Cancer Pain: What Helps?

Medically Reviewed by Jennifer Robinson, MD on February 22, 2024
5 min read

Pain can be part of having cancer, but you don’t have to take it. Just like doctor appointments and tests, managing pain is another way to take control of your treatment.

When you're in pain, it can affect everything from your sleep and appetite to the simplest tasks in your daily routine. Pain can also affect your emotions.

Speak up about your pain. Your doctors will want to know. It could be a sign that you have an infection, your cancer has spread, or there's a problem with your cancer treatment.

You're the only one who knows how cancer pain feels in your body. You’ll want to understand it, know how to communicate about it, and get the relief you need to live your life.

Cancer pain has many sources. It sounds simple, but it's often caused by the cancer itself.

When cancer grows and harms tissue nearby, it can cause pain in those areas. It releases chemicals that irritate the area around the tumor. As tumors grow, they may put stress on bones, nerves, and organs around them.

Cancer-related tests, treatments, and surgery can cause aches and discomfort. You may also feel pain that has nothing to do with cancer, like normal headaches and tight muscles.

Each person is different. How you experience cancer pain depends on the type you have, its stage, and whether you have a low or high tolerance for pain. Most people will feel it in one of these three ways:

  • Acute pain: Imagine that you've been punched in the stomach. It hurts a lot at the beginning then eases off quickly. 
  • Chronic pain: This kind of pain hangs around a long time. It can be a low throb or sharp and affect your life in many ways. Although it won’t completely disappear, you can manage it with pain medication.
  • Breakthrough pain: If you treat chronic pain with medication, you may still feel a flash of pain every once in a while. This is called “breakthrough pain” because it breaks through the effects of your medication. It often happens quickly, lasts a short time and can feel very strong.

Your doctor may not always ask if you're feeling pain. It's up to you to say what hurts and ask for help.

If you have religious or cultural reasons to be concerned about taking medicines, share that. Set aside any worries you may have about looking weak. It’s actually a sign of strength to say how you feel. And you deserve to feel as good as possible.

Before your appointment, keep track of your pain so you can be as detailed as possible with your doctor. Use these questions as a guide:

  • Where do you feel the pain?
  • What does it feel like? Sharp or dull? Burning or throbbing? Shooting or steady?
  • On a scale of 1 to 10, with 1 being the lowest, how strong is the pain?
  • How long does it last? A few minutes? Three hours? All day?
  • What makes it feel better? When you lie down? Putting heat on it? Massaging the area?
  • Does it change with treatment?

Take your answers and all prescriptions, vitamins, and over-the-counter drugs with you to the appointment.

You've done your part. Now it's time for your doctor to do theirs. Removing the cancer with surgery, chemotherapy or radiation is the first option to explore. If those aren't possible -- or you're waiting to have a procedure -- prescription medication can control the pain.

Medicines for pain fall into three categories:

You can take many opioids by mouth, in pill or liquid form. Some can be put inside the cheek or under the tongue.

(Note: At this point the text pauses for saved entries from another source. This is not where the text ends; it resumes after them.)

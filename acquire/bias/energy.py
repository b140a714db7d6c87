"""The energy a biased inductor stores, and the caution it calls for.

An inductance L carrying a current I stores W = ½·L·I² (the energy of the magnetic field of a
linear inductor, derived in any electromagnetism textbook; from memory). Breaking that current
makes the inductor drive whatever voltage it takes to keep it flowing: an arc at the contact, a
spike into the meter's input. Chokes under bias are therefore ramped down to zero before a part
is changed, and a large stored energy is shown before a measurement starts.
"""

from __future__ import annotations

import numpy as np

#: Stored energy (J) above which a bias command asks for confirmation before it starts.
#: Common practice, no published source: a tenth of a joule is already a painful spark.
CONFIRM_ABOVE = 0.1


def stored_energy(inductance: np.ndarray | float, current: np.ndarray | float) -> np.ndarray:
    """½·L·I² in joule, elementwise (henry, ampere)."""
    inductance = np.asarray(inductance, dtype=float)
    current = np.asarray(current, dtype=float)
    return 0.5 * inductance * current * current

If you can't take medications that way, you may be able to take them through an IV, suppository or skin patch.

Any time your doctor gives you a new medication, make sure you know how much to take, how often to take it, and how long it takes to work. To make sure you get the most out of every dose, ask your doctor those questions and and a few more:

  • What are the side effects?
  • If the pain doesn't go away, should I call you before taking more than my normal dose?
  • How long will this prescription last?
  • Should I take it with food?
  • What if I forget to take it?
  • What other drugs can I take with this?
  • Can I get addicted to this medication?
  • Can I overdose on this medication?
  • How should I store this medication?

If medicine doesn't help enough, doctors may try a treatment to stop pain messages from getting through.

When pain doctors inject medication in the nerve or spin to relieve pain, it's called a nerve block. Transcutaneous electric nerve stimulation (TENS) involves a small power pack that uses a light current to offset pain. You can attach it to yourself or carry it with you.

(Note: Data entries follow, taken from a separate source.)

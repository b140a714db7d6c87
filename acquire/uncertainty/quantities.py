"""Expanded uncertainty of the quantities derived from a corrected impedance (Ls, Rs, Q, ...).

Each quantity ``q`` of :func:`acquire.impedance.quantities` is a function of ``(R, X)`` at one
frequency (``ω = 2πf`` exact); its standard uncertainty is ``√(gᵀ·V·g)`` with ``g`` its gradient
and ``V`` the covariance of ``(R, X)`` (JCGM 100:2008 5.2.2, correlated inputs), and ``U = 2u``.
The gradients, with ``|Z|² = R² + X²`` (the definitions of :mod:`acquire.impedance`)::

    Rs = R          (1, 0)                      X  = X       (0, 1)
    Ls = X/ω        (0, 1/ω)                    Cs = −1/(ωX) (0, 1/(ωX²))
    Z  = |Z|        (R/|Z|, X/|Z|)              theta = atan2(X, R) in degrees:
                                                   (180/π)·(−X/|Z|², R/|Z|²)
    G  = R/|Z|²     ((X² − R²)/|Z|⁴, −2RX/|Z|⁴)  B = −X/|Z|²  (2RX/|Z|⁴, (X² − R²)/|Z|⁴)
    Cp = B/ω        (∂B/ω)                       Rp = |Z|²/R  (1 − X²/R², 2X/R)
    Lp = |Z|²/(ωX)  (2R/(ωX), (1 − R²/X²)/ω)
    Q  = |X|/R      (−|X|/R², sign(X)/R)        D  = R/|X|   (1/|X|, −R·sign(X)/X²)

Where a quantity is infinite or undefined (the special values of :mod:`acquire.impedance`), its
uncertainty is NaN or infinite; no warning is raised.
"""

from __future__ import annotations

from collections.abc import Callable

import numpy as np

from acquire.errors import InputError
from acquire.impedance import KEYS, computed_once
from acquire.uncertainty.propagation import COVERAGE_FACTOR


class _Shared:
    """What several gradients share, each computed on first use (a caller asking for a few
    quantities pays only for those)."""

    def __init__(self, w: np.ndarray, r: np.ndarray, x: np.ndarray) -> None:
        self.w, self.r, self.x = w, r, x

    @computed_once
    def one(self) -> np.ndarray:
        return np.ones_like(self.r)

    @computed_once
    def zero(self) -> np.ndarray:
        return np.zeros_like(self.r)

    @computed_once
    def m2(self) -> np.ndarray:
        return self.r * self.r + self.x * self.x

    @computed_once
    def m4(self) -> np.ndarray:
        return self.m2 * self.m2

    @computed_once
    def db(self) -> tuple[np.ndarray, np.ndarray]:
        r, x, m4 = self.r, self.x, self.m4
        return (2.0 * r * x / m4, (x * x - r * r) / m4)


def _z(s: _Shared) -> tuple:
    m = np.sqrt(s.m2)
    return (s.r / m, s.x / m)


def _theta(s: _Shared) -> tuple:
    deg = 180.0 / np.pi
    return (-deg * s.x / s.m2, deg * s.r / s.m2)


def _g(s: _Shared) -> tuple:
    r, x, m4 = s.r, s.x, s.m4
    return ((x * x - r * r) / m4, -2.0 * r * x / m4)


def _q(s: _Shared) -> tuple:
    r, x = s.r, s.x
    return (-np.abs(x) / (r * r), np.sign(x) / r)


def _d(s: _Shared) -> tuple:
    r, x = s.r, s.x
    return (1.0 / np.abs(x), -r * np.sign(x) / (x * x))


#: Each quantity's gradient ``(∂/∂R, ∂/∂X)`` from the shared parts (the table above).
_GRADIENTS: dict[str, Callable[[_Shared], tuple]] = {
    "Rs": lambda s: (s.one, s.zero),
    "X": lambda s: (s.zero, s.one),
    "Ls": lambda s: (s.zero, 1.0 / s.w),
    "Cs": lambda s: (s.zero, 1.0 / (s.w * s.x * s.x)),
    "Z": _z,
    "theta": _theta,
    "G": _g,
    "B": lambda s: s.db,
    "Cp": lambda s: (s.db[0] / s.w, s.db[1] / s.w),
    "Rp": lambda s: (1.0 - s.x * s.x / (s.r * s.r), 2.0 * s.x / s.r),
    "Lp": lambda s: (2.0 * s.r / (s.w * s.x), (1.0 - s.r * s.r / (s.x * s.x)) / s.w),
    "Q": _q,
    "D": _d,
}


def quantity_uncertainty(
    f, z, cov, names=KEYS, k: float = COVERAGE_FACTOR
) -> dict[str, np.ndarray]:
    """Expanded uncertainty (``k = 2``) of each quantity in ``names`` (keys of
    :data:`acquire.impedance.KEYS`), in that quantity's unit, per point.

    ``f`` (Hz) and ``z`` (ohm) have one shape; ``cov`` that shape plus ``(2, 2)``: the covariance
    of ``(R, X)`` from :func:`acquire.uncertainty.propagate`.
    """
    f = np.asarray(f, dtype=float)
    z = np.asarray(z, dtype=complex)
    if f.shape != z.shape:
        f, z = np.broadcast_arrays(f, z)
    cov = np.asarray(cov, dtype=float)
    if cov.shape != z.shape + (2, 2):
        raise InputError(f"cov must have shape {z.shape + (2, 2)}, not {cov.shape}")
    unknown = [n for n in names if n not in KEYS]
    if unknown:
        raise InputError(f"unknown quantity {unknown[0]!r}; known: {', '.join(KEYS)}")
    w = 2.0 * np.pi * f
    with np.errstate(divide="ignore", invalid="ignore", over="ignore"):
        return spread_at(w, z, cov, tuple(names), k)


def spread_at(w, z, cov, names: tuple[str, ...], k: float = COVERAGE_FACTOR):
    """:func:`quantity_uncertainty` for checked inputs: ``w = 2·π·f``, ``z`` and ``cov`` of
    matching shapes, ``names`` all in :data:`acquire.impedance.KEYS`; the caller ignores
    division, invalid and overflow in an ``np.errstate`` of its own."""
    c00, c01, c11 = cov[..., 0, 0], cov[..., 0, 1], cov[..., 1, 1]
    out = {}
    shared = _Shared(w, z.real, z.imag)
    for name in names:
        g0, g1 = _GRADIENTS[name](shared)
        var = g0 * g0 * c00 + 2 * g0 * g1 * c01 + g1 * g1 * c11
        out[name] = k * np.sqrt(var)
    return out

There are plenty of nonmedical treatments as well. Relaxing, distraction, and getting massages send positive messages to your body. You could also try acupuncture, hypnosis or biofeedback, which uses a machine that gives information to help you control your body. If your body is up for it, check out methods like yoga, tai chi and reiki. Meditation, prayer, and the company of loved ones may also help you get through, moment by moment.